◆ **What you need to do**
Locate "pub(super) fn aside_of(untidy: &str)" in the listing below, then output the line holding it and every line after it, exactly and with nothing else.

◆ **Raw data**
··········
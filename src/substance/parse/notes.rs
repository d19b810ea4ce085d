//! Texts that are a note, a footnote or the number of a printed page, in the eight languages.
//!
//! Names of substances begin with brackets, digits and asterisks too: `(1R)-...`, `[1,1'-biphenyl]-4-ol`, and lists mark
//! or number their substances: `* Toluene`, `2) Benzene`. So a mark alone makes no footnote; words must follow that no
//! name holds.

use std::sync::LazyLock;

use regex::Regex;

use super::pattern::fixed;
use crate::quantity::{is_missing, plain_words, tidy};

/// What a text beside the data is.
#[derive(Debug, Clone, Copy, PartialEq, Eq)]
pub(super) enum Aside {
    Note,
    PageLabel,
}

/// Words before a colon that make what follows a note, in folded words.
static LABEL: LazyLock<Regex> = LazyLock::new(|| {
    fixed(concat!(
        r"^(?:\d{1,2} ?)?(?:tables?|tabellen?|tableau|tabla|tabella|tabel|tab|annex|annexe|anhang|anlage|appendix|anexo|",
        r"allegato|bijlage|表|附表|別表|notes?|foot ?notes?|remarks?|comments?|sources?|references?|legend|key|abbreviations?|",
        r"disclaimer|date|printed|printed on|last update|last updated|status|open|to ?do|",
        r"anmerkung|anmerkungen|bemerkung|bemerkungen|hinweis|hinweise|fussnote|fussnoten|quelle|quellen|legende|",
        r"abkurzungen|stand|datum|gedruckt|gedruckt am|offen|noch offen|",
        r"remarque|remarques|nota bene|n b|legende|abreviations|date d edition|en attente|",
        r"notas?|observacion|observaciones|fuentes?|leyenda|abreviaturas|fecha|pendientes?|",
        r"osservazioni|osservazione|fonti|fonte|legenda|abbreviazioni|data|in sospeso|",
        r"opmerking|opmerkingen|toelichting|voetnoot|bron|bronnen|afkortingen|",
        r"注|註|注記|註記|注釈|注意|備考|出典|資料|資料来源|凡例|作成日|注释|說明|说明|备注|備註|来源|来源说明|數據來源|数据来源|图例|日期)",
        r" ?\d{0,2}[a-z]?$"
    ))
});

/// Words for notes that make a row one when they are all it says; `fonte` alone is cast iron.
static HEAD_OF_NOTES: LazyLock<Regex> = LazyLock::new(|| {
    fixed(concat!(
        r"^(?:notes?|foot ?notes?|remarks?|abbreviations|anmerkung|anmerkungen|bemerkungen|hinweise|fussnoten|legende|",
        r"abkurzungen|remarque|remarques|notas?|observaciones|leyenda|abreviaturas|osservazioni|legenda|opmerking|",
        r"opmerkingen|toelichting|voetnoten|afkortingen|注|註|注記|備考|凡例|备注|備註|注释|说明)(?: ?\d{1,2})?$"
    ))
});

/// A numbered note without a colon: `Note 2.`, `注1）`.
static NUMBERED: LazyLock<Regex> = LazyLock::new(|| {
    fixed(concat!(
        r"(?i)^[(（\[]?(?:(?:foot)?note|table|tabelle|tableau|tabla|tabella|tabel|表|anmerkung|fu(?:ß|ss)note|remarque|nota|opmerking|voetnoot|注記|備考|备注|備註|[注註])",
        r"\s?[0-9０-９]{1,2}\s?(?:[.)）、\]]|\p{Pd}\s)\s*\S"
    ))
});

/// What a footnote begins with.
static MARK: LazyLock<Regex> = LazyLock::new(|| {
    fixed(
        r"(?s)^(?:[(（]?\*{1,5}[)）]?|[†‡§#※＊]{1,3}|[¹²³⁰-⁹]{1,2}[)）⁾]?|[(（]?\d{1,2}[)）]|\[\d{1,2}\]|[(（]?[a-z][)）])\s*(?P<rest>\S.*)$",
    )
});

/// Words that say something, as no name does, anywhere in a text of folded words between spaces. Words of a name may
/// not be among them: `origin`, `average` and `unknown composition` stand in names.
static SAYS: LazyLock<Regex> = LazyLock::new(|| {
    fixed(concat!(
        r" (?:is|are|was|were|see|unless|please|values?|data|determinations?|reported|refers|indicates|denotes|means|",
        r"according to|based on|(?:mean|average) of|confidential business|",
        r"siehe|ist|sind|wurde|wurden|wird|werden|gemass|laut|mittelwert|werte?|daten|angaben?|sofern|bitte|lieferant|",
        r"lieferanten|",
        r"voir|sont|selon|valeurs?|donnees|sauf|fournisseurs?|",
        r"vease|segun|valor|valores|datos|salvo|proveedor|proveedores|",
        r"vedi|secondo|valore|valori|dati|sono|fornitore|",
        r"zie|volgens|waarden?|gegevens|tenzij|zijn|wordt|worden|leverancier) "
    ))
});

/// Words that no name begins with; further on in a name they may stand, as in `lead compounds, calculated as Pb`. Left out
/// are `non`, `no`, `per` and `para`, with which names begin: `non-ionic`, `No. 2 fuel oil`, `para-xylene`.
static BEGINS: LazyLock<Regex> = LazyLock::new(|| {
    fixed(concat!(
        r"^ (?:not|only|if|for|from|at|mean|average|measured|calculated|estimated|determined|assumed|",
        r"nicht|nur|bei|nach|fur|gemessen|berechnet|geschatzt|bestimmt|",
        r"pour|chez|seulement|moyenne|mesure|mesuree?s?|calcule|calculee?s?|estime|estimee?s?|determine|determinee?s?|",
        r"solamente|ver|media|promedio|medid[oa]s?|calculad[oa]s?|estimad[oa]s?|determinad[oa]s?|",
        r"misurat[oaie]|calcolat[oaie]|stimat[oaie]|determinat[oaie]|",
        r"alleen|voor|bij|niet|gemiddelde|gemeten|berekend|geschat|bepaald) "
    ))
});

/// Phrases of Japanese and Chinese notes.
static SAYS_IN_SIGNS: LazyLock<Regex> = LazyLock::new(|| {
    fixed(concat!(
        r"[。]|です|ます|ください|参照|參照|場合|平均値|測定|推定|文献値|平均值|计算值|测定|估算|参见|參見|请|請|数据|數據|",
        r"根据|根據|表示|供应商|供應商"
    ))
});

/// What an abbreviation for a missing value is explained by.
static EXPLAINS: LazyLock<Regex> = LazyLock::new(|| {
    fixed(
        r" (?:not|no|non|none|nicht|keine?|ohne|sans|pas|aucune?|sin|senza|nessun|geen|niet|below|unter) |[不无無未]|なし",
    )
});

/// The end of a printed list, in folded words.
static END_OF_LIST: LazyLock<Regex> = LazyLock::new(|| {
    fixed(concat!(
        r"^(?:end of (?:the )?(?:list|table|report|file|data)|ende der (?:liste|tabelle|datei|daten)|listenende|",
        r"fin de (?:la )?(?:liste|lista|tabla)|fin du (?:tableau|fichier)|fine (?:della |dell )?(?:lista|elenco|tabella)|",
        r"einde (?:van )?(?:de )?(?:lijst|tabel)|einde lijst|以上|列表结束|表终|リストの終わり|一覧終わり)$"
    ))
});

/// The number of a page, in folded words.
static PAGE: LazyLock<Regex> = LazyLock::new(|| {
    fixed(concat!(
        r"^(?:(?:page|pages|pag|seite|blatt|pagina|hoja|blad|feuille|foglio)",
        r" ?\d{1,5}(?: ?(?:of|von|de|sur|di|van) ?\d{1,5}| \d{1,5})?|",
        r"(?:(?:ペーシ|ページ|頁|页) ?\d{1,5}|第 ?\d{1,5} ?(?:ページ|頁|页))(?: ?(?:全|共|总|of)? ?\d{1,5} ?(?:ページ|頁|页)?)?|",
        r"\d{1,5} (?:\d{1,5} ?)?(?:ページ|頁|页)|\d{1,5}(?:ページ|頁|页))$"
    ))
});

/// What a text beside the data is; `None` for what may be the name of a substance.
pub(super) fn aside_of(untidy: &str) -> Option<Aside> {
    let tidied = tidy(untidy);
    let text = tidied.trim();
    if text.len() <= 60 && PAGE.is_match(&plain_words(text)) {
        return Some(Aside::PageLabel);
    }
    // Tidied, a raised digit is no longer told from another.
    let marked = MARK.captures(untidy.trim()).and_then(|found| found.name("rest"));
    let is_note = is_labelled(text)
        || NUMBERED.is_match(text)
        || marked.is_some_and(|rest| follows_mark(&tidy(rest.as_str())));
    is_note.then_some(Aside::Note)
}

/// A label before a colon, an abbreviation explained, the head of notes or the end of a list.
fn is_labelled(text: &str) -> bool {
    const LONGEST: usize = 80;
    let short = |part: &str| part.len() <= LONGEST;
    let labelled = text
        .split_once([':', '：'])
        .is_some_and(|(label, _)| short(label) && LABEL.is_match(&plain_words(label)));
    let explained = text.split_once('=').is_some_and(|(word, rest)| {
        let word = word.trim();
        !word.is_empty() && is_missing(word) && EXPLAINS.is_match(&format!(" {} ", plain_words(rest)))
    });
    let alone = || {
        let words = plain_words(text);
        HEAD_OF_NOTES.is_match(&words) || END_OF_LIST.is_match(&words)
    };
    labelled || explained || (short(text) && alone())
}

/// Whether a text behind a mark is a note. Words are parted by spaces alone: `at-risk` does not begin with `at`.
fn follows_mark(rest: &str) -> bool {
    let words: String = rest
        .split_whitespace()
        .fold(" ".to_owned(), |words, word| words + &plain_words(word).replace(' ', "-") + " ");
    is_labelled(rest) || SAYS.is_match(&words) || BEGINS.is_match(&words) || SAYS_IN_SIGNS.is_match(rest)
}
··········
◆ **Solution for this task**
pub(super) fn aside_of(untidy: &str) -> Option<Aside> {
    let tidied = tidy(untidy);
    let text = tidied.trim();
    if text.len() <= 60 && PAGE.is_match(&plain_words(text)) {
        return Some(Aside::PageLabel);
    }
    // Tidied, a raised digit is no longer told from another.
    let marked = MARK.captures(untidy.trim()).and_then(|found| found.name("rest"));
    let is_note = is_labelled(text)
        || NUMBERED.is_match(text)
        || marked.is_some_and(|rest| follows_mark(&tidy(rest.as_str())));
    is_note.then_some(Aside::Note)
}

/// A label before a colon, an abbreviation explained, the head of notes or the end of a list.
fn is_labelled(text: &str) -> bool {
    const LONGEST: usize = 80;
    let short = |part: &str| part.len() <= LONGEST;
    let labelled = text
        .split_once([':', '：'])
        .is_some_and(|(label, _)| short(label) && LABEL.is_match(&plain_words(label)));
    let explained = text.split_once('=').is_some_and(|(word, rest)| {
        let word = word.trim();
        !word.is_empty() && is_missing(word) && EXPLAINS.is_match(&format!(" {} ", plain_words(rest)))
    });
    let alone = || {
        let words = plain_words(text);
        HEAD_OF_NOTES.is_match(&words) || END_OF_LIST.is_match(&words)
    };
    labelled || explained || (short(text) && alone())
}

/// Whether a text behind a mark is a note. Words are parted by spaces alone: `at-risk` does not begin with `at`.
fn follows_mark(rest: &str) -> bool {
    let words: String = rest
        .split_whitespace()
        .fold(" ".to_owned(), |words, word| words + &plain_words(word).replace(' ', "-") + " ");
    is_labelled(rest) || SAYS.is_match(&words) || BEGINS.is_match(&words) || SAYS_IN_SIGNS.is_match(rest)
}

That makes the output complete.